▸ **What you have to do**: Every entry in the data below needs to be repeated exactly.
Segment Start: Supplied information
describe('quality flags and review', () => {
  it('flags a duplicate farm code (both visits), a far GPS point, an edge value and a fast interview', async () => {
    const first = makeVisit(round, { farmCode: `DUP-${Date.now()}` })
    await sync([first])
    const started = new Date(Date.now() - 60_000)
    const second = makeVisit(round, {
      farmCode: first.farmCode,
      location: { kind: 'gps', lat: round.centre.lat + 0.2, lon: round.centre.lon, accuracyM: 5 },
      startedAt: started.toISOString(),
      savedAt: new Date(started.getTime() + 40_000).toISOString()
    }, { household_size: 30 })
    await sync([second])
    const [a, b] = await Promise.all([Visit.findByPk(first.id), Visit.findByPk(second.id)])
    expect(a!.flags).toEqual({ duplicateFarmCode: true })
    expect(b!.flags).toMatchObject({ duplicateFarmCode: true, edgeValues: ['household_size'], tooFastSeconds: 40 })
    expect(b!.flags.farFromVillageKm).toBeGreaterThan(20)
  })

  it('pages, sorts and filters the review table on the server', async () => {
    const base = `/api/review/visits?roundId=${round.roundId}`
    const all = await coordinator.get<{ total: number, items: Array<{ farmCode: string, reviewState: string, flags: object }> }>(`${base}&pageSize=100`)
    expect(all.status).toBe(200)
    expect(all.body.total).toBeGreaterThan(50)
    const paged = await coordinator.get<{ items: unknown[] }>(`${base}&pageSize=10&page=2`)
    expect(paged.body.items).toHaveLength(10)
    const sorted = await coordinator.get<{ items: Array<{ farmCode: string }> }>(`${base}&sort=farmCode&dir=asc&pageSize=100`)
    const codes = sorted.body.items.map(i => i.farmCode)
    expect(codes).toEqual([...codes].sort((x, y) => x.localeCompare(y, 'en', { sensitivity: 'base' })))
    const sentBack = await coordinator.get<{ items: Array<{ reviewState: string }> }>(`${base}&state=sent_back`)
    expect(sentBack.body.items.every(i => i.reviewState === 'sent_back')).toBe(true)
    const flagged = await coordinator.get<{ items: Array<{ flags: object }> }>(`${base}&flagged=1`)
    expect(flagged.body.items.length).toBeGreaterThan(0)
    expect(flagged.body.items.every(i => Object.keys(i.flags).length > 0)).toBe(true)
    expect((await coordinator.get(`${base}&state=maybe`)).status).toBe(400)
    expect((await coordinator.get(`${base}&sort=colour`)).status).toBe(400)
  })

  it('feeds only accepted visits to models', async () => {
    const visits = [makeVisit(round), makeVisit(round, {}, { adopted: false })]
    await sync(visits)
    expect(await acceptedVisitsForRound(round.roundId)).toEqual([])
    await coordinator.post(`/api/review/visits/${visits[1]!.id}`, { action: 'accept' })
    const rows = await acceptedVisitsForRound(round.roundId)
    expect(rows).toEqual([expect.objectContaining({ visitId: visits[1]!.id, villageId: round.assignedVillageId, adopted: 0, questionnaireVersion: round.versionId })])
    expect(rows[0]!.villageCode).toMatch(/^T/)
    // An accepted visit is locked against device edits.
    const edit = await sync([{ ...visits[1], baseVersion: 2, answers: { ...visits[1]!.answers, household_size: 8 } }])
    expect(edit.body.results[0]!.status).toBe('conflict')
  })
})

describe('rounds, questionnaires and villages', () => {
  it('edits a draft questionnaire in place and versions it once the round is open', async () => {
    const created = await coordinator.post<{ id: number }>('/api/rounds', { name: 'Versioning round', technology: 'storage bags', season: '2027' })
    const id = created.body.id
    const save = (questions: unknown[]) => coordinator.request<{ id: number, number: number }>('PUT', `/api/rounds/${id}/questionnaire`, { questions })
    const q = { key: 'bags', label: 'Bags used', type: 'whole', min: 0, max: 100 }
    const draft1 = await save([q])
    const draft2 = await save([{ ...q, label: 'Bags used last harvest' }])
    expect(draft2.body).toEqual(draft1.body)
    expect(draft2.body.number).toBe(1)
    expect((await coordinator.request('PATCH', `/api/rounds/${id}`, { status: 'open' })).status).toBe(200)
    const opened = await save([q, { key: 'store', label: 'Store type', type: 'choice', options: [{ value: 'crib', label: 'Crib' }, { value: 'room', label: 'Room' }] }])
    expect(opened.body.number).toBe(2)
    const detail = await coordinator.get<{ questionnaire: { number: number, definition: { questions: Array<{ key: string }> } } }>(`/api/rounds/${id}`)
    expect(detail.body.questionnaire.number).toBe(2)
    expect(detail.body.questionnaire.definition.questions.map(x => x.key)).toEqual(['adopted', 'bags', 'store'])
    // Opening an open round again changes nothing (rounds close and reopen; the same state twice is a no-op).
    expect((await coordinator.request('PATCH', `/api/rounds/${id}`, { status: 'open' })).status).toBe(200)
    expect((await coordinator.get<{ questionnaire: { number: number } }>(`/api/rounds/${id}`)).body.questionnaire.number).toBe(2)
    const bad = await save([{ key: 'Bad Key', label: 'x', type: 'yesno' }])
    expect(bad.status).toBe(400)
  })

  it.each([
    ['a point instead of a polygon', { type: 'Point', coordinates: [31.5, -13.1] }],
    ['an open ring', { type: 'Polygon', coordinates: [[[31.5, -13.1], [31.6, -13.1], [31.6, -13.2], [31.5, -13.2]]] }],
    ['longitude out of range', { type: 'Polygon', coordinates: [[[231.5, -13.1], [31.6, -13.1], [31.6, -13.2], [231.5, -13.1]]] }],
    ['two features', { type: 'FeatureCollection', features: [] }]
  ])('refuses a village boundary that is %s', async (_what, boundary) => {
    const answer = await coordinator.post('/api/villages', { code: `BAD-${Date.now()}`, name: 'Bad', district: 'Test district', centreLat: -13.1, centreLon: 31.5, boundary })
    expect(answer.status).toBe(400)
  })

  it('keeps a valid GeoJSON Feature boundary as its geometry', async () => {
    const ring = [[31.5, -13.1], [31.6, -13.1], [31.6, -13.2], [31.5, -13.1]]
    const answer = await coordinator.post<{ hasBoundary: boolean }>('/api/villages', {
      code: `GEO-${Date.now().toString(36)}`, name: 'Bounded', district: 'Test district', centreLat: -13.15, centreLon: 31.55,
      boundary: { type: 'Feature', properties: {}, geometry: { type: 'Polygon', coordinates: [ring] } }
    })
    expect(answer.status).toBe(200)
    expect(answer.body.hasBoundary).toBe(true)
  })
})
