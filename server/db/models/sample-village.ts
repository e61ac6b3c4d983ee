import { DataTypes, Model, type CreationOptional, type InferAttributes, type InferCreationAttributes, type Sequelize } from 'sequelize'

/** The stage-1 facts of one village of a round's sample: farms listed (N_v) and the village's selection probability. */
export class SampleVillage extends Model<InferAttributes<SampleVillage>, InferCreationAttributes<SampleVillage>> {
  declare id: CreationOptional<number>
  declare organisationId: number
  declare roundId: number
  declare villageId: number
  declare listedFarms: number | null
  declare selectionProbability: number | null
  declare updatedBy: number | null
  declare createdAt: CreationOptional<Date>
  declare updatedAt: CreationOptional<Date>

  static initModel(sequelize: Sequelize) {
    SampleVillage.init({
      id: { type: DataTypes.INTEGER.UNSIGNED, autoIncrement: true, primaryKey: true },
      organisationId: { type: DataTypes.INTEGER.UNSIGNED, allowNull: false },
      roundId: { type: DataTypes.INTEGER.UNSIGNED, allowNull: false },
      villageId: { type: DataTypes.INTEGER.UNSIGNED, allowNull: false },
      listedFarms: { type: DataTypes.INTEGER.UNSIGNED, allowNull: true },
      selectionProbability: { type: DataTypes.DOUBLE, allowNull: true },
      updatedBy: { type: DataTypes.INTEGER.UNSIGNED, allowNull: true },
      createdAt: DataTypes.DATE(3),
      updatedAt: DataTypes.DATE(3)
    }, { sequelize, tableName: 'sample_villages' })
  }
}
Segment End: Supplied information
▸ **Result for this exercise**:
describe('quality flags and review', () => {
  it('flags a duplicate farm code (both visits), a far GPS point, an edge value and a fast interview', async () => {
    const first = makeVisit(round, { farmCode: `DUP-${Date.now()}` })
    await sync([first])
    const started = new Date(Date.now() - 60_000)
    const second = makeVisit(round, {
      farmCode: first.farmCode,
      location: { kind: 'gps', lat: round.centre.lat + 0.2, lon: round.centre.lon, accuracyM: 5 },
      startedAt: started.toISOString(),
      savedAt: new Date(started.getTime() + 40_000).toISOString()
    }, { household_size: 30 })
    await sync([second])
    const [a, b] = await Promise.all([Visit.findByPk(first.id), Visit.findByPk(second.id)])
    expect(a!.flags).toEqual({ duplicateFarmCode: true })
    expect(b!.flags).toMatchObject({ duplicateFarmCode: true, edgeValues: ['household_size'], tooFastSeconds: 40 })
    expect(b!.flags.farFromVillageKm).toBeGreaterThan(20)
  })

  it('pages, sorts and filters the review table on the server', async () => {
    const base = `/api/review/visits?roundId=${round.roundId}`
    const all = await coordinator.get<{ total: number, items: Array<{ farmCode: string, reviewState: string, flags: object }> }>(`${base}&pageSize=100`)
    expect(all.status).toBe(200)
    expect(all.body.total).toBeGreaterThan(50)
    const paged = await coordinator.get<{ items: unknown[] }>(`${base}&pageSize=10&page=2`)
    expect(paged.body.items).toHaveLength(10)
    const sorted = await coordinator.get<{ items: Array<{ farmCode: string }> }>(`${base}&sort=farmCode&dir=asc&pageSize=100`)
    const codes = sorted.body.items.map(i => i.farmCode)
    expect(codes).toEqual([...codes].sort((x, y) => x.localeCompare(y, 'en', { sensitivity: 'base' })))
    const sentBack = await coordinator.get<{ items: Array<{ reviewState: string }> }>(`${base}&state=sent_back`)
    expect(sentBack.body.items.every(i => i.reviewState === 'sent_back')).toBe(true)
    const flagged = await coordinator.get<{ items: Array<{ flags: object }> }>(`${base}&flagged=1`)
    expect(flagged.body.items.length).toBeGreaterThan(0)
    expect(flagged.body.items.every(i => Object.keys(i.flags).length > 0)).toBe(true)
    expect((await coordinator.get(`${base}&state=maybe`)).status).toBe(400)
    expect((await coordinator.get(`${base}&sort=colour`)).status).toBe(400)
  })

  it('feeds only accepted visits to models', async () => {
    const visits = [makeVisit(round), makeVisit(round, {}, { adopted: false })]
    await sync(visits)
    expect(await acceptedVisitsForRound(round.roundId)).toEqual([])
    await coordinator.post(`/api/review/visits/${visits[1]!.id}`, { action: 'accept' })
    const rows = await acceptedVisitsForRound(round.roundId)
    expect(rows).toEqual([expect.objectContaining({ visitId: visits[1]!.id, villageId: round.assignedVillageId, adopted: 0, questionnaireVersion: round.versionId })])
    expect(rows[0]!.villageCode).toMatch(/^T/)
    // An accepted visit is locked against device edits.
    const edit = await sync([{ ...visits[1], baseVersion: 2, answers: { ...visits[1]!.answers, household_size: 8 } }])
    expect(edit.body.results[0]!.status).toBe('conflict')
  })
})

describe('rounds, questionnaires and villages', () => {
  it('edits a draft questionnaire in place and versions it once the round is open', async () => {
    const created = await coordinator.post<{ id: number }>('/api/rounds', { name: 'Versioning round', technology: 'storage bags', season: '2027' })
    const id = created.body.id
    const save = (questions: unknown[]) => coordinator.request<{ id: number, number: number }>('PUT', `/api/rounds/${id}/questionnaire`, { questions })
    const q = { key: 'bags', label: 'Bags used', type: 'whole', min: 0, max: 100 }
    const draft1 = await save([q])
    const draft2 = await save([{ ...q, label: 'Bags used last harvest' }])
    expect(draft2.body).toEqual(draft1.body)
    expect(draft2.body.number).toBe(1)
    expect((await coordinator.request('PATCH', `/api/rounds/${id}`, { status: 'open' })).status).toBe(200)
    const opened = await save([q, { key: 'store', label: 'Store type', type: 'choice', options: [{ value: 'crib', label: 'Crib' }, { value: 'room', label: 'Room' }] }])
    expect(opened.body.number).toBe(2)
    const detail = await coordinator.get<{ questionnaire: { number: number, definition: { questions: Array<{ key: string }> } } }>(`/api/rounds/${id}`)
    expect(detail.body.questionnaire.number).toBe(2)
    expect(detail.body.questionnaire.definition.questions.map(x => x.key)).toEqual(['adopted', 'bags', 'store'])
    // Opening an open round again changes nothing (rounds close and reopen; the same state twice is a no-op).
    expect((await coordinator.request('PATCH', `/api/rounds/${id}`, { status: 'open' })).status).toBe(200)
    expect((await coordinator.get<{ questionnaire: { number: number } }>(`/api/rounds/${id}`)).body.questionnaire.number).toBe(2)
    const bad = await save([{ key: 'Bad Key', label: 'x', type: 'yesno' }])
    expect(bad.status).toBe(400)
  })

  it.each([
    ['a point instead of a polygon', { type: 'Point', coordinates: [31.5, -13.1] }],
    ['an open ring', { type: 'Polygon', coordinates: [[[31.5, -13.1], [31.6, -13.1], [31.6, -13.2], [31.5, -13.2]]] }],
    ['longitude out of range', { type: 'Polygon', coordinates: [[[231.5, -13.1], [31.6, -13.1], [31.6, -13.2], [231.5, -13.1]]] }],
    ['two features', { type: 'FeatureCollection', features: [] }]
  ])('refuses a village boundary that is %s', async (_what, boundary) => {
    const answer = await coordinator.post('/api/villages', { code: `BAD-${Date.now()}`, name: 'Bad', district: 'Test district', centreLat: -13.1, centreLon: 31.5, boundary })
    expect(answer.status).toBe(400)
  })

  it('keeps a valid GeoJSON Feature boundary as its geometry', async () => {
    const ring = [[31.5, -13.1], [31.6, -13.1], [31.6, -13.2], [31.5, -13.1]]
    const answer = await coordinator.post<{ hasBoundary: boolean }>('/api/villages', {
      code: `GEO-${Date.now().toString(36)}`, name: 'Bounded', district: 'Test district', centreLat: -13.15, centreLon: 31.55,
      boundary: { type: 'Feature', properties: {}, geometry: { type: 'Polygon', coordinates: [ring] } }
    })
    expect(answer.status).toBe(200)
    expect(answer.body.hasBoundary).toBe(true)
  })
})
filename server/db/models/sample-village.ts
repository e61ac6b3c4d983ee
import { DataTypes, Model, type CreationOptional, type InferAttributes, type InferCreationAttributes, type Sequelize } from 'sequelize'

/** The stage-1 facts of one village of a round's sample: farms listed (N_v) and the village's selection probability. */
export class SampleVillage extends Model<InferAttributes<SampleVillage>, InferCreationAttributes<SampleVillage>> {
  declare id: CreationOptional<number>
  declare organisationId: number
  declare roundId: number
  declare villageId: number
  declare listedFarms: number | null
  declare selectionProbability: number | null
  declare updatedBy: number | null
  declare createdAt: CreationOptional<Date>
  declare updatedAt: CreationOptional<Date>

  static initModel(sequelize: Sequelize) {
    SampleVillage.init({
      id: { type: DataTypes.INTEGER.UNSIGNED, autoIncrement: true, primaryKey: true },
      organisationId: { type: DataTypes.INTEGER.UNSIGNED, allowNull: false },
      roundId: { type: DataTypes.INTEGER.UNSIGNED, allowNull: false },
      villageId: { type: DataTypes.INTEGER.UNSIGNED, allowNull: false },
      listedFarms: { type: DataTypes.INTEGER.UNSIGNED, allowNull: true },
      selectionProbability: { type: DataTypes.DOUBLE, allowNull: true },
      updatedBy: { type: DataTypes.INTEGER.UNSIGNED, allowNull: true },
      createdAt: DataTypes.DATE(3),
      updatedAt: DataTypes.DATE(3)
    }, { sequelize, tableName: 'sample_villages' })
  }
}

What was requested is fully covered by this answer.